Terza notte di scontri e di rivolta in tutta la Francia dove in diverse citta’, anche piccole, si sono verificati scontri tra manifestanti e polizia, saccheggi, espropri di negozi e grandi magazzini, oltre 500 le auto incendiate, uffici istituzionali date alle fiamme, assaltati 10 commisariati di polizia.

In strada i corpi speciali dell’antiterrorismo per reprimere le proteste iniziate dopo l’uccisione a sangue freddo di un giovane di 17 anni da parte di un poliziotto. Centinaia i giovani fermati e tratti in arresto.

A Parigi il commissariato di Saint-Denis è stato preso di mira da un attacco, così come quello della vicina Stains. Incendi sono stati appiccati a Rosny-sous-Bois. Charles Aslangul, sindaco di Bry-sur-Marne, ha denunciato un attacco con molotov e razzi artigianali contro i locali della polizia municipale, con successivi incendi e saccheggi. Attaccato anche il commissariato di Alfortville. Almeno un centinaio di persone con il volto coperto da passamontagna hanno saccheggiato i negozi del centro  commerciale di Les Halles, nel cento della capitale. Gravi danni sono stati registrati soprattutto nel negozio di Nike. Gruppi di giovani si sono poi diretti nella vicina e centralissima rue de Rivoli. A decine hanno assaltato diversi negozi, soprattutto di abbigliamento. Saccheggiato in pieno centro il Forum des Halles di Châtelet. Analoghe azioni nel X arrondissement, nella rue du Faubourg Saint-Denis, dove è stato assaltato un bar tabaccheria sotto gli occhi di decine di clienti seduti ai tavolini.

A Nantes, nell’ovest della Francia, un veicolo si è lanciato contro un supermercato, sfondando la saracinesca e dando il via ad un saccheggio. Più a nord-est, saccheggiata anche la stazione di polizia di Reims, dove è stata rubata l’attrezzatura delle forze dell’ordine. Lancio di razzi contro gli autobus a Grenoble, nel sud-est della Francia, con i conducenti degli autobus che si sono rifiutati di continuare a prestare servizio. Un enorme incendio ha coinvolto un deposito di autobus RATP ad Aubervilliers. Dati alle fiamme anche i municipi di Clichy e di Wazemmes a Lille, quest’ultima al confine col Belgio. A Rennes, nord-ovest della Francia, un carrello elevatore è stato utilizzato per abbattare i pali delle telecamere di video-sorveglianza. Molotov contro un ufficio della polizia anche a Pau, nei Pirenei (ovest del Paese). A Tour, Avignone, Nantes e Tolosa sono entrati in azione gli uomini dei reparti speciali Gign.

A Nanterre, epicentro degli scontri, dispiegato un mezzo blindato della brigata antisommossa. Qui nella notte una una vera e propria battaglia fra gruppi di giovani e reparti della polizia. Centinaia di giovani hanno tirato razzi di fuochi d’artificio e sassi contro le forze dell’ordine, costringendo gli agenti ad arretrare. Gruppi di ragazzi hanno assaltato negozi sull’ arteria principale, la rue Clemenceau, prendendo di mira anche una banca. Un enorme incendio ha devastato l’edificio del negozio Action di Sevran.

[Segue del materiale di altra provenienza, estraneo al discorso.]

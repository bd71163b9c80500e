import type { Metadata } from 'next'
import { forbidden } from 'next/navigation'
import { newScenario } from '../actions'
import { engineChoices } from '../engine-choices'
import { NewScenarioForm } from '@/components/lists/new-scenario-form'
import { PageHead } from '@/components/shell/page-head'
import { TextLink } from '@/components/ui/button'
import { EmptyNote } from '@/components/ui/note'
import { can } from '@/lib/auth/permissions'
import { requireActor } from '@/lib/auth/session'
import { pageData } from '@/lib/page-data'

export const metadata: Metadata = { title: 'New scenario' }

export default async function NewScenarioPage({ searchParams }: { searchParams: Promise<{ engine?: string | string[] }> }) {
  const [actor, { engine }] = await Promise.all([requireActor(), searchParams])
  if (!can(actor, 'scenario.create')) forbidden()
  const chosen = typeof engine === 'string' ? engine : undefined
  const engines = await pageData(() => engineChoices(actor))
  return (
    <>
      <PageHead over="New scenario" title="Lay out a scenario" />
      <div className="body max-w-[680px]">
        {engines.length > 0
          ? <NewScenarioForm action={newScenario} engines={engines} chosen={chosen} />
          : (
            <EmptyNote level={2} title="A scenario is laid out on an engine">
              <p>{can(actor, 'engine.write') ? <>There is none yet. <TextLink href="/engines/new">Lay out the first engine</TextLink></> : 'There is none in this shop yet. A designer or the owner lays out the first.'}</p>
            </EmptyNote>
          )}
      </div>
    </>
  )
}
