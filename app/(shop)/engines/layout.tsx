import { forbidden } from 'next/navigation'
import type { ReactNode } from 'react'
import { can } from '@/lib/auth/permissions'
import { requireActor } from '@/lib/auth/session'

/** Asked before anything of a page is sent, so that the answer carries its status; lib/data is what refuses. */
export default async function EnginesLayout({ children }: { children: ReactNode }) {
  if (!can(await requireActor(), 'engine.read')) forbidden()
  return children
}
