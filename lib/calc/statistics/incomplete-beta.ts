/** ln(Γ(a + ½)/Γ(a)), a > 0: a series in 1/a where that is small, reached from below by Γ(a + 1) = a·Γ(a). No difference of large logarithms is taken. */
export const logHalfStepOfGamma = (a: number): number => {
  let shifted = a
  let product = 1
  while (shifted < 20) {
    product *= shifted / (shifted + 0.5)
    shifted += 1
  }
  const inverse = 1 / shifted
  const square = inverse * inverse
  const series = inverse * (-1 / 8 + square * (1 / 192 + square * (-1 / 640 + square * (17 / 14336 + square * (-31 / 18432)))))
  return Math.log(product) + 0.5 * Math.log(shifted) + series
}

/** Far more than any case needs: about the square root of the larger parameter. */
const mostTerms = 10_000
const tiny = 1e-300

/**
 * Continued fraction of the regularised incomplete beta function, by Lentz: I_x(a, b) = x^a·(1 − x)^b/(a·B(a, b)) · fraction.
 * Converges fast for x < (a + 1)/(a + b + 2); beyond it the caller asks for 1 − I_(1−x)(b, a).
 */
export const betaFraction = (a: number, b: number, x: number): number => {
  const kept = (value: number): number => (Math.abs(value) < tiny ? tiny : value)
  let above = 1
  let below = 1 / kept(1 - ((a + b) * x) / (a + 1))
  let fraction = below
  for (let m = 1; m <= mostTerms; m += 1) {
    const even = (m * (b - m) * x) / ((a + 2 * m - 1) * (a + 2 * m))
    below = 1 / kept(1 + even * below)
    above = kept(1 + even / above)
    fraction *= below * above
    const odd = (-(a + m) * (a + b + m) * x) / ((a + 2 * m) * (a + 2 * m + 1))
    below = 1 / kept(1 + odd * below)
    above = kept(1 + odd / above)
    const step = below * above
    fraction *= step
    if (Math.abs(step - 1) < 1e-16) break
  }
  return fraction
}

Scontri tra giovani e polizia si sono verificati anche a Bruxelles , in Belgio, dopo che una chiamata sui social network invitava a manifestare per la morte di Nahel. 63 persone sono state poste agli arresti amministrativi, di cui 47 minorenni e 17 adulti.

Mentre scontri, saccheggi e incendi si segnalano ovunque in Francia, l’entourage del ministro dell’Interno, Gérald Darmanin, fa sapere che i fermati dopo la terza notte di rivolta per l’uccisione di Nahel sono 667.  La gendarmeria fa sapere di aver “mobilitato tutti i propri mezzi, terrestri e aerei, per mantenere l’ordine pubblico e prevenire i disordini”. La prefettura di Parigi fa sapere che i reparti speciali della Bri, del Raid e della Gign saranno dispiegati “ovunque sarà necessario per ristabilire l’ordine”. Emmanuel Macron ha convocato per oggi una nuova unità di crisi interministeriale. 249 gli agenti di polizia rimasti feriti, annunciano le autorità.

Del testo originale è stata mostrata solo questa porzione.